A Robot Rants Against Mankind In This Early Jim Henson Short

By David Wharton | Updated

This article is more than 2 years old

Over the course of his all-too-brief life, Jim Henson created countless amazing creatures. Even aside from the lovable and iconic Muppets, he also gave us two of the ’80s best dark fantasies: The Dark Crystal and Labyrinth. His legacy has carried on even beyond his death, notably in the excellent and much-missed science fiction series Farscape. His work has also turned up in places you might never expect over the years. Case in point: this 1962 short film Henson made for a Bell System business seminar. Take a look at “Robot,” by Jim Henson.

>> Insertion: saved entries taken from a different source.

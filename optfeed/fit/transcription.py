"""The calibration NLP: every past run transcribed by the same collocation blocks,
all sharing the parameters being estimated.

A run is cut at every sampling time and every pump change into stretches; each
stretch is one :class:`optfeed.collocation.Block` whose initial state is the end state
of the stretch before it (less the sample volume taken out, where there is one), so
the measured values sit exactly at block ends. The applied schedule's pump rates are
numbers at the collocation points. The model's constants are the run's own, except
the estimated ones, which are the shared decision variables.

Objective: half the sum over runs, samples and measured quantities of the squared
weighted residual (model - measured) / sigma: weighted least squares, the maximum
likelihood estimate under independent normal errors with the stated sigma.

It offers the interface :func:`optfeed.solve.solve` uses (``nlp``, ``n_w``, ``n_g``,
``P``, ``arguments``, ``objective_value``), so it is solved, watched and cached the
same way as the optimizer's NLP.
"""

from __future__ import annotations

from dataclasses import dataclass

import casadi as ca
import numpy as np

from ..collocation import Block, Layout
from ..model import Model


@dataclass
class FitData:
    """The numbers of one solve: bounds of the estimated parameters (internal units),
    their scale, and whether some are held fixed (profile likelihood)."""

    lower: np.ndarray
    upper: np.ndarray
    scale: np.ndarray
    x_scale: np.ndarray  # (nx,)


def stretches(run, feed_names, max_element: float):
    """Cut a run into stretches at its sampling times and pump changes: a list of
    (start, end, elements, schedule segment, ends at a sample index or None)."""
    segs = run.schedule.segments(feed_names, run.end_time)
    cuts = {0.0, float(run.end_time)} | {float(t) for t in run.times} | {s.start for s in segs}
    cuts = sorted(c for c in cuts if 0.0 <= c <= run.end_time)
    sample_at = {float(t): k for k, t in enumerate(run.times)}
    out = []
    for a, b in zip(cuts[:-1], cuts[1:]):
        seg = next(s for s in segs if s.start <= a + 1e-12 and b <= s.end + 1e-12)
        n = max(1, int(np.ceil((b - a) / max_element - 1e-9)))
        out.append((a, b, n, seg, sample_at.get(b)))
    return out


class FitNLP:
    """Weighted least squares over every run, one NLP.

    Parameters
    ----------
    model : Model
        The full model (its state layout is the runs' initial states').
    runs : sequence of optfeed.fit.runs.Run
    estimated : list of str
        Names of the constants (parameters) being estimated.
    sigma : callable
        sigma(quantity, measured values) -> standard deviations (internal units).
    elements_per_run : int
        Finite elements across a run (at least one per stretch).
    degree : int
    """

    def __init__(self, model: Model, runs, estimated, sigma, elements_per_run: int = 40, degree: int = 3):
        self.model, self.runs, self.estimated = model, list(runs), list(estimated)
        self.degree = degree
        m = model
        W, P = Layout("w"), Layout("p")
        self.W, self.P = W, P
        theta_s = W.add("theta", len(self.estimated))
        theta_scale = P.add("theta_scale", len(self.estimated))
        theta = theta_s * theta_scale
        xs = P.add("x_scale", m.nx)
        idx = [m.constant_index(n) for n in self.estimated]
        select = np.zeros((m.n_constants, len(idx)))
        for j, i in enumerate(idx):
            select[i, j] = 1.0
        keep = np.ones(m.n_constants)
        keep[idx] = 0.0
        f = m.function_p("f", [m.rhs])
        v_index = m.index("V")
        residuals, self.blocks, self.measured = [], [], []
        values = {n: m.function_p(f"v_{n}", [e]) for n, e in m.values.items()}
        for r, run in enumerate(self.runs):
            const = P.add(f"r{r}.constants", m.n_constants)
            x0 = P.add(f"r{r}.x0", m.nx)
            p_run = const * ca.DM(keep) + ca.mtimes(ca.DM(select), theta)
            x_start = x0
            blocks = []
            for k, (a, b, n, seg, sample) in enumerate(stretches(run, m.feed_names, run.end_time / elements_per_run)):
                fr = np.linspace(0.0, 1.0, n + 1)
                tau = np.append(0.0, ca.collocation_points(degree, "radau"))
                times = (a + (b - a) * (fr[:-1, None] + np.diff(fr)[:, None] * tau[None, 1:])).ravel()
                u_pts = ca.DM(seg.rates(times).T)
                blk = Block(f"r{r}.s{k}", f, fr, degree, W, x_start, p_run, b - a, a, u_pts, xs)
                blk.span = (a, b)
                blocks.append(blk)
                residuals.append(("model", blk.residuals))
                if sample is not None:
                    u_end = ca.DM(seg.rates(np.array([b]))[0])
                    for q, y in run.values.items():
                        if not np.isfinite(y[sample]):
                            continue
                        model_value = (blk.x_end[m.index(q)] if q in m.state_names
                                       else values[q](b, blk.x_end, u_end, p_run))
                        s = float(sigma(q, np.array([y[sample]]))[0])
                        residuals.append(("data", (model_value - y[sample]) / s))
                        self.measured.append((r, sample, q, float(y[sample]), s, b))
                x_start = blk.x_end
                if sample is not None and run.sample_volume:
                    jump = np.zeros(m.nx)
                    jump[v_index] = run.sample_volume
                    x_start = x_start - ca.DM(jump)
            self.blocks.append(blocks)
        g = ca.vertcat(*[e for kind, e in residuals if kind == "model"])
        res = ca.vertcat(*[e for kind, e in residuals if kind == "data"])
        self.n_res = res.shape[0]
        self.nlp = {"x": W.symbol(), "p": P.symbol(), "f": 0.5 * ca.sumsqr(res), "g": g}
        self.n_w, self.n_g = W.size, g.shape[0]
        self._res_fun = ca.Function("res", [self.nlp["x"], self.nlp["p"]], [res])
        self._solvers, self._derivatives = {}, None

    # -- the interface optfeed.solve.solve uses
    def parameters(self, data: FitData) -> np.ndarray:
        P = self.P
        v = P.zeros()
        P.put(v, "theta_scale", data.scale)
        P.put(v, "x_scale", data.x_scale)
        for r, run in enumerate(self.runs):
            P.put(v, f"r{r}.constants", run.constants)
            P.put(v, f"r{r}.x0", run.x0)
        return v

    def bounds(self, data: FitData):
        lbx = np.full(self.n_w, -np.inf)
        ubx = np.full(self.n_w, np.inf)
        self.W.put(lbx, "theta", data.lower / data.scale)
        self.W.put(ubx, "theta", data.upper / data.scale)
        # no non-negativity here: the NLP must follow the model exactly as the
        # re-simulation does (a model that drives a species below zero is named in
        # the fit's warnings instead)
        xl = np.full(self.model.nx, -np.inf)
        xl[self.model.index("V")] = 1e-9
        for blocks in self.blocks:
            for blk in blocks:
                self.W.put(lbx, blk.var, (xl / data.x_scale)[:, None])
        return lbx, ubx, np.zeros(self.n_g), np.zeros(self.n_g)

    def arguments(self, data: FitData) -> dict:
        lbx, ubx, lbg, ubg = self.bounds(data)
        return {"p": self.parameters(data), "lbx": lbx, "ubx": ubx, "lbg": lbg, "ubg": ubg}

    def objective_value(self, w, data: FitData) -> float:
        r = self.residuals(w, data)
        return float(0.5 * r @ r)

    def residuals(self, w, data: FitData) -> np.ndarray:
        """Weighted residuals (model - measured) / sigma at NLP point ``w``."""
        return np.array(self._res_fun(w, self.parameters(data))).ravel()

    def theta(self, w, data: FitData) -> np.ndarray:
        return self.W.get(w, "theta").ravel() * data.scale

    def pack(self, data: FitData, theta, trajectories) -> np.ndarray:
        """NLP vector from parameter values and one simulated trajectory per run
        (at those values; states of ``self.model``)."""
        w = self.W.zeros()
        self.W.put(w, "theta", np.asarray(theta) / data.scale)
        for blocks, traj in zip(self.blocks, trajectories):
            for blk in blocks:
                a, b = blk.span
                times = blk.point_times(b - a, a)
                X = np.array([np.interp(times, traj.t, traj.x[:, i]) for i in range(self.model.nx)])
                self.W.put(w, blk.var, X / data.x_scale[:, None])
        lbx, ubx, _, _ = self.bounds(data)
        return np.clip(w, lbx, ubx)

Rescued from a dusty corner of the AT&T Archives, “Robot” is a clever and imaginative early look at the mind that would give us the Muppets. Henson created the short film for a seminar on the then-cutting-edge subject of data communications, based on a three-page memo written by Ted Mills, one of the heads of Inpro, one of the organizers or the seminar. The idea was to explore the emerging relationship between man and machine. As the memo put it: “He [the robot] is sure that All Men Basically Want to Play Golf, and not run businesses — if he can do it better.” The result is a disdainful droid in the vein of “Destroy All Humans” Bender…but he still needs a helping human hand to wind him up again.